Tracing Tangueros: Alumna Co-Authors First English Study on Argentine Tango Music

During her first trip to Argentina over the holidays in 2000 Kristin Wendland (MM Composition, 1982) began exploring the complex relationship between dance and music in the Argentine tango. The interest she developed in the subject during that brief trip has blossomed into what can surely be called expertise. Wendland and her co-author, Kacey Link, just completed the first English-language foundational study on the tango, called Tracing Tangueros: Argentine Tango Instrumental Music.

Argentine Tango Ensemble Concert at Schwartz Center. Photo provided by Kristin Wendland.

Argentine Tango Ensemble Concert at Schwartz Center.

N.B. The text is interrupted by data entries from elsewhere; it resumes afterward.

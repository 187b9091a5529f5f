package org.hazewright.bench;

import java.util.LinkedHashMap;
import java.util.Map;
import java.util.Optional;
import java.util.OptionalDouble;
import org.hazewright.mixture.Item;
import org.hazewright.mixture.Mixture;
import org.hazewright.shelf.Form;
import org.hazewright.shelf.Ingredient;
import org.hazewright.shelf.Making;

/** Silicone and resin: pigments dispersed in part A, hardener last, no air, poured within the pot life and cured. */
final class CuredSteps {
    private static final Step.Stage BASE = Step.Stage.BASE;
    private static final Step.Stage ADD = Step.Stage.ADD;
    private static final Step.Stage FINISH = Step.Stage.FINISH;

    private final StepList list;
    private final Mixture mixture;
    private final Optional<Ingredient> hardener;

    private CuredSteps(StepList list) {
        this.list = list;
        this.mixture = Mixture.of(list.recipe);
        Map<Ingredient, Double> parts = new LinkedHashMap<>();
        mixture.massesG().forEach((i, g) -> {
            if (MakingFacts.isBase(list.recipe, Item.neat(i, g))) parts.put(i, g);
        });
        this.hardener = WeighingOrder.hardenerOf(list.recipe.base(), parts);
    }

    static void write(StepList list) {
        CuredSteps c = new CuredSteps(list);
        c.cup();
        for (int k = 0; k < list.recipe.items().size(); k++) if (!c.isHardener(k)) c.into(k);
        c.beforeHardener();
        for (int k = 0; k < list.recipe.items().size(); k++) if (c.isHardener(k)) c.harden(k);
        c.finish();
    }

    private boolean isHardener(int place) {
        return MakingFacts.isBase(list.recipe, list.item(place))
                && hardener.isPresent()
                && hardener.get().equals(list.item(place).ingredient());
    }

    private void cup() {
        String room = list.facts.degas()
                ? "three to four times " + Grams.plain(mixture.volumeMl()) + " mL, since it foams when degassed"
                : "well over " + Grams.plain(mixture.volumeMl()) + " mL";
        list.say(
                BASE,
                "Take a clean, dry mixing cup that holds " + room
                        + ". Weigh everything in it by difference; nothing so thick can be pipetted.",
                Cautions.HARDENER);
        list.withBaseWords();
        if (list.heavy()) list.say(BASE, list.portions());
    }

    private void into(int place) {
        Weighing w = list.weighing(place);
        Ingredient i = w.ingredient();
        if (MakingFacts.isBase(list.recipe, list.item(place))) {
            list.weigh(BASE, w, "into the cup.");
            return;
        }
        if (w.from().isPresent()) list.say(ADD, "Stir stock " + w.label() + " well, down to the bottom.");
        list.weigh(ADD, w, "into the cup.");
        OptionalDouble ultrasound = i.making().sonicateMin();
        boolean powder = w.from().isEmpty() && i.form() == Form.POWDER;
        String where = i.making().disperseIn().map(d -> " in " + d).orElse("");
        if (powder && ultrasound.isPresent())
            list.say(
                    ADD,
                    "Wet the powder with a spatula, then disperse it" + where + " by ultrasound for "
                            + StepList.minutes(ultrasound.getAsDouble()) + ", until no grains are seen.",
                    OptionalDouble.empty(),
                    ultrasound,
                    Cautions.ULTRASOUND);
        else
            list.say(
                    ADD,
                    "Stir it in slowly" + where + ", scraping wall and bottom"
                            + i.making().stirMin().stream()
                                    .mapToObj(m -> ", for " + StepList.minutes(m))
                                    .findFirst()
                                    .orElse("")
                            + ".",
                    OptionalDouble.empty(),
                    i.making().stirMin());
    }

    private void beforeHardener() {
        boolean warmed = list.recipe.items().stream()
                .anyMatch(i -> i.stock().isEmpty()
                        && i.ingredient().form() == Form.POWDER
                        && i.ingredient().making().sonicateMin().isPresent());
        if (warmed && hardener.isPresent())
            list.say(
                    ADD,
                    "Let the mix cool to " + Grams.plain(list.recipe.temperatureC())
                            + " °C: warm, it would cure too fast.",
                    OptionalDouble.of(list.recipe.temperatureC()),
                    OptionalDouble.empty());
        if (list.facts.degas() && hardener.isPresent())
            list.say(ADD, "Degas the mix until no more bubbles rise, before the hardener starts the clock.");
    }

    private void harden(int place) {
        Weighing w = list.weighing(place);
        list.weigh(ADD, w, "into the cup, last. " + ratio(w.ingredient()));
        OptionalDouble potLife = list.facts.ofBase(Making::potLifeMin);
        OptionalDouble stir = list.facts.ofBase(Making::stirMin);
        list.say(
                ADD,
                (potLife.isPresent()
                                ? "Note the time: pouring must be done within "
                                        + StepList.minutes(potLife.getAsDouble()) + " (pot life). "
                                : "Note the time: it cures from now on. ")
                        + "Stir slowly, scraping wall and bottom"
                        + (stir.isPresent() ? ", for " + StepList.minutes(stir.getAsDouble()) : "") + ".",
                OptionalDouble.empty(),
                stir);
    }

    /** The parts' ratio by mass, what stocks brought included. */
    private String ratio(Ingredient last) {
        double rest = 0;
        double hard = 0;
        for (var entry : mixture.massesG().entrySet()) {
            if (entry.getKey().equals(last)) hard += entry.getValue();
            else if (MakingFacts.isBase(list.recipe, Item.neat(entry.getKey(), entry.getValue())))
                rest += entry.getValue();
        }
        return "Base to hardener is 100 : " + Grams.plain(100 * hard / rest) + " by mass"
                + (list.recipe.stocks().isEmpty() ? "." : ", the base in the stocks counted.");
    }

    private void finish() {
        if (list.facts.degas())
            list.say(
                    FINISH,
                    "Degas until the foam has collapsed and no bubbles rise, letting air in three or four times.");
        list.say(
                FINISH,
                "Pour slowly, in a thin stream, down the wall of the mould"
                        + (list.facts.settles() ? "; turn the mould while it thickens, since powder sinks" : "") + ".");
        OptionalDouble at = list.facts.ofBase(Making::cureC);
        OptionalDouble hours = list.facts.ofBase(Making::cureH);
        if (at.isPresent() || hours.isPresent())
            list.say(
                    FINISH,
                    "Let it cure" + (at.isPresent() ? " at " + PouredSteps.celsius(at) : "")
                            + (hours.isPresent() ? " for " + Grams.plain(hours.getAsDouble()) + " h" : "")
                            + ", level and covered.",
                    at,
                    hours.isPresent() ? OptionalDouble.of(60 * hours.getAsDouble()) : OptionalDouble.empty());
        list.say(FINISH, "Label it: recipe, date, name, and that it is for phantoms only.");
    }
}
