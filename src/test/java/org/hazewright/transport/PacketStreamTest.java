package org.hazewright.transport;

import static org.junit.jupiter.api.Assertions.assertEquals;
import static org.junit.jupiter.api.Assertions.assertNotEquals;
import static org.junit.jupiter.api.Assertions.assertTrue;

import java.util.Arrays;
import org.junit.jupiter.api.Test;

class PacketStreamTest {
    private static final int N = 400_000;

    /** Kolmogorov–Smirnov against 1 − exp(−x): √N D below 1.95 in 999 of 1000; the tail beyond the ziggurat's edge on its own. */
    @Test
    void exponentialVariates() {
        PacketStream s = new PacketStream(1, 0);
        double[] x = new double[N];
        int tail = 0;
        for (int i = 0; i < N; i++) {
            x[i] = s.exponential();
            if (x[i] > 7.69711747013104972) tail++;
        }
        Arrays.sort(x);
        double worst = 0;
        for (int i = 0; i < N; i++) worst = Math.max(worst, Math.abs(-Math.expm1(-x[i]) - (i + 0.5) / N));
        assertTrue(worst * Math.sqrt(N) < 1.95, "D √N = " + worst * Math.sqrt(N));
        double expected = N * Math.exp(-7.69711747013104972);
        assertEquals(expected, tail, 4 * Math.sqrt(expected));
    }

    @Test
    void uniformVariates() {
        PacketStream s = new PacketStream(2, 0);
        double[] x = new double[N];
        for (int i = 0; i < N; i++) x[i] = s.uniform();
        Arrays.sort(x);
        double worst = 0;
        for (int i = 0; i < N; i++) worst = Math.max(worst, Math.abs(x[i] - (i + 0.5) / N));
        assertTrue(worst * Math.sqrt(N) < 1.95);
        assertTrue(x[0] >= 0 && x[N - 1] < 1);
    }

    /** Neighbouring blocks and neighbouring seeds are uncorrelated: |r| √N below 4. */
    @Test
    void neighboursShareNothing() {
        PacketStream[] pair = {new PacketStream(7, 0), new PacketStream(7, 1), new PacketStream(8, 0)};
        double r1 = 0;
        double r2 = 0;
        for (int i = 0; i < N; i++) {
            double a = pair[0].uniform() - 0.5;
            r1 += 12 * a * (pair[1].uniform() - 0.5);
            r2 += 12 * a * (pair[2].uniform() - 0.5);
        }
        assertTrue(Math.abs(r1) / Math.sqrt(N) < 4);
        assertTrue(Math.abs(r2) / Math.sqrt(N) < 4);
        assertNotEquals(new PacketStream(7, 1).bits(), new PacketStream(8, 0).bits());
    }
}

Photo provided by Kristin Wendland.

After that initial trip to Argentina, Wendland began the research alone and returned to Buenos Aires for seven months in 2005 as a Fulbright Scholar.

“In that time, I absorbed many elements of Argentine culture, especially the music, through attending countless concerts and getting to know tango musicians,” Wendland said.

Those tango musicians are the tangueros mentioned in the title. Anyone with an expertise in tango, especially a tango musician or dancer, is a tanguero, or aficionado. After essentially becoming a tanguero herself, Wendland shared her knowledge in an article published in the College Music Symposium in 2007 titled “The Allure of Tango: Grafting Traditional Performance Practice and Style onto Art-Tangos.”

That same year, Wendland was invited to direct the College Music Society’s Tango Institute, where she met Kacey Link. They began to work together at the conference and eventually developed their ideas on tango into a book proposal. It took more than four years for that proposal to materialize into Tracing Tangueros, which was published by Oxford University Press in March.

Wendland has balanced the role of researcher and author while teaching as a senior lecturer at Emory University in Atlanta, where she coaches the Emory Tango Ensemble and teaches courses in Argentine tango, among other subjects.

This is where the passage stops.